**WORK INSTRUCTIONS**: Every line of the entries below from the one containing "# vertices of" to the one containing "lowest[self.base[varying]] = True", both ends included, must be written out exactly. No other line belongs in the answer.

**SUPPLIED INFORMATION**:
class _GridBand:
    """Width integrals on the 6-tetrahedra split of a regular hexahedral grid, in index space.

    Same attributes and methods as :class:`_SplitBand`; vertices are the
    grid points in C order (``RegularGrid.point_shape``).
    """

    def __init__(self, mesh: Mesh, clipped: np.ndarray, layout: dict, *, cutoff: float = _TAIL,
                 near_band: float = NEAR_BAND, written: bool = False):
        grid = mesh.regular_grid
        self.mesh, self.grid, self.layout, self.near_band = mesh, grid, layout, near_band
        values = np.empty(mesh.n_points)
        values[grid.point_index] = clipped
        self.values = values
        # per-cell corner extremes, one grid axis at a time
        low = high = values.reshape(grid.point_shape)
        for axis in range(3):
            head = tuple(slice(None, -1) if a == axis else slice(None) for a in range(3))
            tail = tuple(slice(1, None) if a == axis else slice(None) for a in range(3))
            low = np.minimum(low[head], low[tail])
            high = np.maximum(high[head], high[tail])
        # (``written``: the second moment's values as written, cells by :func:`moment_cells`)
        cells = np.flatnonzero(moment_cells(low, high, cutoff) if written else (high > cutoff) & (low < 1.0 - cutoff))
        low, high = low.ravel()[cells], high.ravel()[cells]
        nx, ny, nz = grid.cell_shape
        i, j, k = cells // (ny * nz), (cells // nz) % ny, cells % nz
        self.base = cells + i * (ny + nz + 1) + j  # flat index of each cell's lowest point
        del cells
        spacing = [np.diff(axis_values) for axis_values in grid.axes]
        self.h = h = [spacing[0][i], spacing[1][j], spacing[2][k]]  # per cell (the moments read them again)
        del i, j, k
        n = self.base.size
        self.count = 6 * n
        weights = np.empty((6, n))  # (read only here: nothing keeps it)
        varying = np.zeros(n, dtype=bool)
        self.known = np.zeros(mesh.n_points, dtype=bool)
        self.band = self.mixed = 0.0
        tets, edges = layout["tets"], layout["edges"]
        for part in _chunks(n, _CHUNK):
            ids = [self.base[part] + step for step in layout["steps"]]
            corner = [values[p] for p in ids]
            # every tetrahedron's gradient runs along three cell edges: (c[b] - c[a]) / h per axis
            slope = {}
            for (a, b), axis in edges.items():
                g = (corner[b] - corner[a]) / h[axis][part]
                slope[a, b] = g * g
            measures = h[0][part] * h[1][part] * h[2][part] / 6.0
            # int c (1 - c) over the six: measure (5 s - s^2 - q) / 20 each, s and q the sums of
            # the corner values and their squares; corners 0 and 6 are on every tetrahedron, the
            # others on two
            ends = corner[0] + corner[6]
            linear = 6.0 * ends
            squares = 6.0 * (corner[0] * corner[0] + corner[6] * corner[6])
            for q in (1, 2, 3, 4, 5, 7):
                linear += 2.0 * corner[q]
                squares += 2.0 * corner[q] * corner[q]
            mixed = 5.0 * linear - squares
            for t, (_, (a, b), path) in enumerate(tets):
                weights[t, part] = measures * np.sqrt(slope[path[0]] + slope[path[1]] + slope[path[2]])
                total = ends + corner[a] + corner[b]
                mixed -= total * total
            self.mixed += float((measures * mixed).sum()) / 20.0
            # band volume: whole cells inside or outside the band by their corner extremes
            lo, hi = low[part], high[part]
            inside = (lo > _LOW) & (hi < _HIGH)
            self.band += 6.0 * float(measures[inside].sum())
            cut = np.flatnonzero(~inside & (hi >= _LOW) & (lo <= _HIGH))
            if cut.size:
                for local, _, _ in tets:
                    self.band += _band_volume(measures[cut], [corner[q][cut] for q in local])
            # vertices of the tetrahedra where c varies: every corner of a cell where it varies on
            # all six (marked below, by cells), else tetrahedron by tetrahedron
            chunk = weights[:, part]
            every = np.all(chunk > 0, axis=0)
            varying[part] = every
            some = np.flatnonzero(~every)
            for t, (local, _, _) in enumerate(tets):
                which = some[chunk[t, some] > 0]
                for q in local:
                    self.known[ids[q][which]] = True
        # corners of the cells marked: their lowest points, spread over the 8 corners
        lowest = np.zeros(mesh.n_points, dtype=bool)
        lowest[self.base[varying]] = True
        spread = lowest.reshape(grid.point_shape)
        for axis in range(3):
            head = tuple(slice(None, -1) if a == axis else slice(None) for a in range(3))
            tail = tuple(slice(1, None) if a == axis else slice(None) for a in range(3))
            spread = spread.copy()
            spread[tail] |= spread[head]
        self.known |= spread.ravel()
        self.total_gradient = float(weights.sum())

    @staticmethod
    def merges_pieces(mesh: Mesh) -> bool:
        """False: :meth:`distances` searches the contour's own elements."""
        return False

    def distances(self, geometry: _ContourGeometry, level: float, bound: float, threads: int = 1) -> np.ndarray:
        grid = self.grid
        wanted = np.flatnonzero(self.known)
        index = np.unravel_index(wanted, grid.point_shape)
        points = np.empty((wanted.size, 3))  # analysis coordinates: the grid axes, exactly
        for d, axis_values in enumerate(grid.axes):
            points[:, d] = axis_values[index[d]]
        dist = np.full(self.values.shape[0], np.nan)
        dist[wanted] = _signed_distance(points, self.values[wanted], geometry, self.mesh.plane_axes, level,
                                        bound, near_band=self.near_band, threads=threads)
        return dist

    def moments(self, dist: np.ndarray) -> tuple[float, float, float]:
        m = np.zeros(3)
        n = self.base.size
        edges = self.layout["edges"]
        for part in _chunks(n, _CHUNK // 2):
            base = self.base[part]
            d = [dist[base + step] for step in self.layout["steps"]]
            c = [self.values[base + step] for step in self.layout["steps"]]
            h = [x[part] for x in self.h]
            # grad c . grad d along each cell edge of the paths: (c[b] - c[a]) (d[b] - d[a]) / h^2
            product = {(a, b): (c[b] - c[a]) * (d[b] - d[a]) / (h[axis] * h[axis]) for (a, b), axis in edges.items()}
            measures = h[0] * h[1] * h[2] / 6.0
            for t, (local, _, path) in enumerate(self.layout["tets"]):
                weights = measures * (product[path[0]] + product[path[1]] + product[path[2]])
                m += _moment_sums(weights, [d[q] for q in local])
        return tuple(float(x) for x in m)

    def at_points(self, dist: np.ndarray):
        index = self.grid.point_index
        return self.values[index], dist[index], self.known[index]


# --------------------------------------------------------------------------- simplex integrals

def _fraction_below(v: np.ndarray, t: float, *, presorted: bool = False) -> np.ndarray:
    """Measure fraction of each simplex where the linear field is below ``t``.

    ``v`` holds the vertex values, shape (n, d + 1) with d = 2 or 3 (sorted
    along axis 1 when ``presorted``). The distribution of a linear function
    over a simplex is a B-spline with knots at the vertex values; the branches
    below avoid dividing by a tie.
    """
    s = v if presorted else np.sort(v, axis=1)
    d = s.shape[1] - 1
    out = np.zeros(s.shape[0])
    with np.errstate(divide="ignore", invalid="ignore", over="ignore"):
        if d == 2:
            v0, v1, v2 = s.T
            low = (t > v0) & (t <= v1)
            out[low] = ((t - v0[low]) ** 2 / ((v1[low] - v0[low]) * (v2[low] - v0[low])))
            high = (t > v1) & (t < v2)
            out[high] = 1.0 - (v2[high] - t) ** 2 / ((v2[high] - v0[high]) * (v2[high] - v1[high]))
            out[t >= v2] = 1.0
            return out
        v0, v1, v2, v3 = s.T
        low = (t > v0) & (t <= v1)
        out[low] = (t - v0[low]) ** 3 / ((v1[low] - v0[low]) * (v2[low] - v0[low]) * (v3[low] - v0[low]))
        high = (t >= v2) & (t < v3)
        out[high] = 1.0 - (v3[high] - t) ** 3 / (
            (v3[high] - v0[high]) * (v3[high] - v1[high]) * (v3[high] - v2[high]))
        out[t >= v3] = 1.0
        mid = (t > v1) & (t < v2)
        if mid.any():
            a, b, c2, c3 = v0[mid], v1[mid], v2[mid], v3[mid]

            def g(x):
                return (t - x) ** 3 / ((c2 - x) * (c3 - x))

            gap = b - a
            tiny = gap <= 1e-6 * (c3 - a)
            # F = -(g(b) - g(a)) / (b - a), a divided difference; its limit -g'(a) on a tie
            direct = -(g(b) - g(a)) / np.where(tiny, 1.0, gap)
            x = a
            deriv = (-3 * (t - x) ** 2 / ((c2 - x) * (c3 - x))
                     + (t - x) ** 3 * (1 / ((c2 - x) ** 2 * (c3 - x)) + 1 / ((c2 - x) * (c3 - x) ** 2)))
            out[mid] = np.where(tiny, -deriv, direct)
    return np.clip(out, 0.0, 1.0)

**EXERCISE SOLUTION**:
            # vertices of the tetrahedra where c varies: every corner of a cell where it varies on
            # all six (marked below, by cells), else tetrahedron by tetrahedron
            chunk = weights[:, part]
            every = np.all(chunk > 0, axis=0)
            varying[part] = every
            some = np.flatnonzero(~every)
            for t, (local, _, _) in enumerate(tets):
                which = some[chunk[t, some] > 0]
                for q in local:
                    self.known[ids[q][which]] = True
        # corners of the cells marked: their lowest points, spread over the 8 corners
        lowest = np.zeros(mesh.n_points, dtype=bool)
        lowest[self.base[varying]] = True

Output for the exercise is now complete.